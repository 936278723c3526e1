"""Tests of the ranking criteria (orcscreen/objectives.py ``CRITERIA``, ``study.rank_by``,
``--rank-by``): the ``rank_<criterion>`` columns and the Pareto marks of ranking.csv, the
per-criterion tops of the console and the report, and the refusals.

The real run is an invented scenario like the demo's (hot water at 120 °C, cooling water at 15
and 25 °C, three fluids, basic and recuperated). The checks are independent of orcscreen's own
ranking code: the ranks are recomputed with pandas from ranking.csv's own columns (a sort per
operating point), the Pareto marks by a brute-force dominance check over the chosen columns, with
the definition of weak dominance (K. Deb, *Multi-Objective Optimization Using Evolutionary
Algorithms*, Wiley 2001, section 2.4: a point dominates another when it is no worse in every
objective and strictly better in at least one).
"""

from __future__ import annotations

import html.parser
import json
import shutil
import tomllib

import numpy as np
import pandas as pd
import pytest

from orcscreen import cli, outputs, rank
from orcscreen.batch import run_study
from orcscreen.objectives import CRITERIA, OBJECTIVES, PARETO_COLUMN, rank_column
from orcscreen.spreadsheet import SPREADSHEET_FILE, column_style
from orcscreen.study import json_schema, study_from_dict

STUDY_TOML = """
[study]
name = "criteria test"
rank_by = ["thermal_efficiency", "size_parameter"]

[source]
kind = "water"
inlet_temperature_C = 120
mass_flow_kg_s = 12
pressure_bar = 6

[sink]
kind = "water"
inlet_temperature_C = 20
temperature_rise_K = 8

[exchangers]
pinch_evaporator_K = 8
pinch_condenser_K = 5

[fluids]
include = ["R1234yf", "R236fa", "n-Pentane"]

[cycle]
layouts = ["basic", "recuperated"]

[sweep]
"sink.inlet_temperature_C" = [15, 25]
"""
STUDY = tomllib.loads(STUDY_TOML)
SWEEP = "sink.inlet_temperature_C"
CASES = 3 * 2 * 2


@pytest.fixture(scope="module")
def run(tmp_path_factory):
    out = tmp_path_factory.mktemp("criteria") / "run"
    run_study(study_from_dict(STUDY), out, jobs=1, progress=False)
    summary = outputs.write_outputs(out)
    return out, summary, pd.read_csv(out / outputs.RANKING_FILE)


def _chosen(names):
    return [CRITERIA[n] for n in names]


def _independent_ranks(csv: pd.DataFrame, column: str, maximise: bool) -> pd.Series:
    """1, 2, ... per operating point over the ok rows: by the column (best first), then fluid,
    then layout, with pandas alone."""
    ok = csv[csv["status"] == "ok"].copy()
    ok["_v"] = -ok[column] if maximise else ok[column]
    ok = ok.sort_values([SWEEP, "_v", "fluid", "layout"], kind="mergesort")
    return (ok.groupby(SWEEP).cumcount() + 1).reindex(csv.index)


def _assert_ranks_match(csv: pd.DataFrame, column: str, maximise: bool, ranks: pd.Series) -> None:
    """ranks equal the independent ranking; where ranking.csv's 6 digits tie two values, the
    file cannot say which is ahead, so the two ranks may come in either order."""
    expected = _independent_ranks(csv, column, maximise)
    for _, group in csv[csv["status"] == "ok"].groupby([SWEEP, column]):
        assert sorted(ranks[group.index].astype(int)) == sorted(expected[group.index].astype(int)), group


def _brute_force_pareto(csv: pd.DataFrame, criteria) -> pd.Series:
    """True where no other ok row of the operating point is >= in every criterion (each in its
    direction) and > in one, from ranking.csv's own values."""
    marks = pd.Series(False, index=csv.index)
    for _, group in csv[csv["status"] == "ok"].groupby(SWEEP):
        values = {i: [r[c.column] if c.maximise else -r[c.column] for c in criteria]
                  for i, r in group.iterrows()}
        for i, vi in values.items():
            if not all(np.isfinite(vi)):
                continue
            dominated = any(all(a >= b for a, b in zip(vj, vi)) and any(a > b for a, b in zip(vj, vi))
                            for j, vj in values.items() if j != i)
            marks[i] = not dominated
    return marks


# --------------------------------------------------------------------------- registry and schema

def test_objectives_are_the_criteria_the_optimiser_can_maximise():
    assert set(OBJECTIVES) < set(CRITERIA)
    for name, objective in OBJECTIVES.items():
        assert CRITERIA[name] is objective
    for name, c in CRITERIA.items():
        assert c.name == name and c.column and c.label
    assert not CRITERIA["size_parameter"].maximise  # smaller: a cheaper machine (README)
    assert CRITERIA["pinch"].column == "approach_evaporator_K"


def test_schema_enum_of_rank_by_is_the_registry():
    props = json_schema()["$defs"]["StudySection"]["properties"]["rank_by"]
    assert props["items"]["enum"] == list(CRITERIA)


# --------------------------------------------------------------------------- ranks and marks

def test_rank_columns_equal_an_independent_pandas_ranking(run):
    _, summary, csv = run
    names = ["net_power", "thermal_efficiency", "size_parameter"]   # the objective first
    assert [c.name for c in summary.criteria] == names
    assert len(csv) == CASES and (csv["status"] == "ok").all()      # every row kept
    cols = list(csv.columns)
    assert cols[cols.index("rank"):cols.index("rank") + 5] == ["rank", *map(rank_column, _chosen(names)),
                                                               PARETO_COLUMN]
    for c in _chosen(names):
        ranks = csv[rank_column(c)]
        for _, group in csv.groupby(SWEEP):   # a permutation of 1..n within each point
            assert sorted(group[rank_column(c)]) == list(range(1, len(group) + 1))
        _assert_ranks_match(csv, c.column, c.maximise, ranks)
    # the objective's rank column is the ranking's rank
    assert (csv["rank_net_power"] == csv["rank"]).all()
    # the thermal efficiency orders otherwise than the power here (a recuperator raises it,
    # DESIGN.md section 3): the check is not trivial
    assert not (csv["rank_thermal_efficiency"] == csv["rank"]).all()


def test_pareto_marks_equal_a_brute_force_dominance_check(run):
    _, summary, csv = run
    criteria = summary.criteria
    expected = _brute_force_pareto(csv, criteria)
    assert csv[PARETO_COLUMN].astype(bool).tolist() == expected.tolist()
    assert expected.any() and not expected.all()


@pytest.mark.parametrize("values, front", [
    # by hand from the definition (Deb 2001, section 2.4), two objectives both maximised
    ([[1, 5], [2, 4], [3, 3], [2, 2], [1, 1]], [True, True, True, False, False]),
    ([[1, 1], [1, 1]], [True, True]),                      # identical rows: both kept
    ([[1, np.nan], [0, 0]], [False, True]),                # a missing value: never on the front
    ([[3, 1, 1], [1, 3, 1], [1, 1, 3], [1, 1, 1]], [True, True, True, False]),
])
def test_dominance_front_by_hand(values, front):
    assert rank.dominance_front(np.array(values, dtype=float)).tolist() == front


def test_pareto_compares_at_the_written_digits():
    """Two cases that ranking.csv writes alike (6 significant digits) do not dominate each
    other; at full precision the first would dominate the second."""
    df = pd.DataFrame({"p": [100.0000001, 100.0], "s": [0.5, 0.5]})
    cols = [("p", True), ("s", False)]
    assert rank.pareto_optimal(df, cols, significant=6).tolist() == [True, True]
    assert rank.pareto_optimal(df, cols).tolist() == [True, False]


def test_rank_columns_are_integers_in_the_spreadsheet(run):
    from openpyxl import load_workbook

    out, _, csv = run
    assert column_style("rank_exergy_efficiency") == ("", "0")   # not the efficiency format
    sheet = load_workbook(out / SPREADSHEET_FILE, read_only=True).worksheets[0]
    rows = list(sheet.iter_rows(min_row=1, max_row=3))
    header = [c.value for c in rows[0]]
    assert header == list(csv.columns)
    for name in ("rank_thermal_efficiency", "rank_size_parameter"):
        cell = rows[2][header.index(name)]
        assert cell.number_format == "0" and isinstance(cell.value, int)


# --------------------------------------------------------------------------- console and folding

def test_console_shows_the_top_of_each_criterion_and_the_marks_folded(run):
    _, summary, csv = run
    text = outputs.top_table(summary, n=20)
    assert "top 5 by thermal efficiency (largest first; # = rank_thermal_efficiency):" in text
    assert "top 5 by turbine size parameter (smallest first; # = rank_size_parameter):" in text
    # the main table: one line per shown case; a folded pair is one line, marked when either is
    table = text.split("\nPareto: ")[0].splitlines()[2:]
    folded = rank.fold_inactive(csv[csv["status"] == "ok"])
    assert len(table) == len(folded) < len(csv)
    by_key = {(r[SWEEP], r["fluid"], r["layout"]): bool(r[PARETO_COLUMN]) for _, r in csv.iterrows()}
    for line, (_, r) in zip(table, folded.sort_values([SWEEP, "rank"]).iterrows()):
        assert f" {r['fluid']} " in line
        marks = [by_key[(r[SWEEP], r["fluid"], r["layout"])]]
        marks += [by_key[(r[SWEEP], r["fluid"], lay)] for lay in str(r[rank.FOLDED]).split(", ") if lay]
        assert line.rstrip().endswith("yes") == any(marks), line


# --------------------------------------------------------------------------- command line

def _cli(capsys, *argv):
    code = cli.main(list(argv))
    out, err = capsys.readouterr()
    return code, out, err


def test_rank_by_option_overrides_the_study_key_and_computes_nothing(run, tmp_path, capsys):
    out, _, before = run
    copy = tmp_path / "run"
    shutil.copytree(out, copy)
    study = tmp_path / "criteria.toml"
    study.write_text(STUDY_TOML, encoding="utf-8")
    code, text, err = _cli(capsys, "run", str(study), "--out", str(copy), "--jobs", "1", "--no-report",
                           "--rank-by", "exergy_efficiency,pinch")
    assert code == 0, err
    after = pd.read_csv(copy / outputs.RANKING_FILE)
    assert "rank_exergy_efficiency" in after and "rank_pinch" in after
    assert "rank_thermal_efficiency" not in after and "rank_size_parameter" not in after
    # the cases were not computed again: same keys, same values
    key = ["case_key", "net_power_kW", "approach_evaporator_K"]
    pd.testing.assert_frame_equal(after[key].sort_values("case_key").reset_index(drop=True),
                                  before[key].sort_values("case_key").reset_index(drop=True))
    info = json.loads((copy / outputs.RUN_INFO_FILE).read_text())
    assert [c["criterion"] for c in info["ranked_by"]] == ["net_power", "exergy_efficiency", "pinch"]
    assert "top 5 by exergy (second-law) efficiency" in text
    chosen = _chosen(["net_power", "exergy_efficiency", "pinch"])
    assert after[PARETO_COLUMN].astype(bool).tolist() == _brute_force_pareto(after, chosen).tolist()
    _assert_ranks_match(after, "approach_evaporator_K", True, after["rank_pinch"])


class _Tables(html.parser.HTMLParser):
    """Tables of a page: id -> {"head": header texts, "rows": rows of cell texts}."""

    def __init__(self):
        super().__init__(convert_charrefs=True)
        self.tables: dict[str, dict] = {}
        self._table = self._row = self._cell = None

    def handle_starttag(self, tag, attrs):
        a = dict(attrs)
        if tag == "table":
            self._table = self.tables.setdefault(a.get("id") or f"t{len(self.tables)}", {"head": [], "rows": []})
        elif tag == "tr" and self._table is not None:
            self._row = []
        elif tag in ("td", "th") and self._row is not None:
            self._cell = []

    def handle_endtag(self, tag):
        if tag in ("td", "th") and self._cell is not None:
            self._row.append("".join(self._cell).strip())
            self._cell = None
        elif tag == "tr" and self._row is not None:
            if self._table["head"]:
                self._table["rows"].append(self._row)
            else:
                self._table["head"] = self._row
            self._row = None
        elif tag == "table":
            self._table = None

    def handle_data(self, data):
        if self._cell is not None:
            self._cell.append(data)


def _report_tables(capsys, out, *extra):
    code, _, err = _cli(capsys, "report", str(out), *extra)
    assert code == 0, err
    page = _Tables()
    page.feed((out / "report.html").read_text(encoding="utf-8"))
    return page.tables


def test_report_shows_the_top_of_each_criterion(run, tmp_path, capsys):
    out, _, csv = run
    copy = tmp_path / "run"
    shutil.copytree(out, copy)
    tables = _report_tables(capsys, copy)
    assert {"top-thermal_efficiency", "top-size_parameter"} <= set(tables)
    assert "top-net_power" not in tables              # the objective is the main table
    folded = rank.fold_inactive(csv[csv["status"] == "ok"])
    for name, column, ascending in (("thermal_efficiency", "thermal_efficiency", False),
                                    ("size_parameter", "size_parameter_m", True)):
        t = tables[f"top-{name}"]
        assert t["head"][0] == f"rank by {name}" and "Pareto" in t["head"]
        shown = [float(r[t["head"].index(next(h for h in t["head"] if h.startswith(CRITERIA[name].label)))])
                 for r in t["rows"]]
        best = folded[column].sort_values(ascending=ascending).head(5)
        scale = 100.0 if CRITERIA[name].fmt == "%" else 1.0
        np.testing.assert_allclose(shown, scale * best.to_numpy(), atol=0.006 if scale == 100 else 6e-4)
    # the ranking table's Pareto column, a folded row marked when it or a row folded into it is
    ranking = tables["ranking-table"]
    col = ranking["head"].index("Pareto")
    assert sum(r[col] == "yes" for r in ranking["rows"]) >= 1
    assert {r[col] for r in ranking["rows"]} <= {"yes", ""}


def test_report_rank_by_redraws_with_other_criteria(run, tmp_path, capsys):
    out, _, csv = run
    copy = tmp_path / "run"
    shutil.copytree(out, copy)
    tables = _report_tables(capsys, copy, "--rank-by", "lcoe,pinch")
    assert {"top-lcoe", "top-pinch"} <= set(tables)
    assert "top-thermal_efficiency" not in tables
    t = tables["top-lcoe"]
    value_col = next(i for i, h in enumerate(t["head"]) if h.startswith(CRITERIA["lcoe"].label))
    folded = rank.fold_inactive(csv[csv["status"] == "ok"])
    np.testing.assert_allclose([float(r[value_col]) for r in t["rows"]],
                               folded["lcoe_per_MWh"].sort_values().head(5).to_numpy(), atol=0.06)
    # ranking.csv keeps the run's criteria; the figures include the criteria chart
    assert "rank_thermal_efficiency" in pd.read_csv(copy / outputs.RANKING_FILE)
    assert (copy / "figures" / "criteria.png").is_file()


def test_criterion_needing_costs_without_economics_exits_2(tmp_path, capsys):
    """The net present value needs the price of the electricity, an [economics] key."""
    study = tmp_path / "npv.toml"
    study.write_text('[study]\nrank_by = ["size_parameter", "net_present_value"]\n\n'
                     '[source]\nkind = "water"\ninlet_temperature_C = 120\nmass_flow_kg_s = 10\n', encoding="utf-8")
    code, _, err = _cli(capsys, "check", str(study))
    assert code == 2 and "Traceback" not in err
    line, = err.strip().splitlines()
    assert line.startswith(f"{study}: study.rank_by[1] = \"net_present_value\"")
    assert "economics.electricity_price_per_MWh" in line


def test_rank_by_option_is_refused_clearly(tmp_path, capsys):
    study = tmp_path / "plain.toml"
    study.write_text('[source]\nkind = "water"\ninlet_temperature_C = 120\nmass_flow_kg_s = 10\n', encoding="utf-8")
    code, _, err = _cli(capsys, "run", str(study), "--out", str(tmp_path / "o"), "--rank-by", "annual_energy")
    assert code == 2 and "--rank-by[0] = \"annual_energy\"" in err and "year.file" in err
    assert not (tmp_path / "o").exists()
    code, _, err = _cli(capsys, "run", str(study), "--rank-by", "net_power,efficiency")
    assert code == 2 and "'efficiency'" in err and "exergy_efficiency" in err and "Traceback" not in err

_ _ _ _

Task instructions
Where the data above reaches the line holding "code, text, err", begin printing, and stop after the line holding "# the cases". Each line must be reproduced exactly, with nothing else added.

Expected answer
    code, text, err = _cli(capsys, "run", str(study), "--out", str(copy), "--jobs", "1", "--no-report",
                           "--rank-by", "exergy_efficiency,pinch")
    assert code == 0, err
    after = pd.read_csv(copy / outputs.RANKING_FILE)
    assert "rank_exergy_efficiency" in after and "rank_pinch" in after
    assert "rank_thermal_efficiency" not in after and "rank_size_parameter" not in after
    # the cases were not computed again: same keys, same values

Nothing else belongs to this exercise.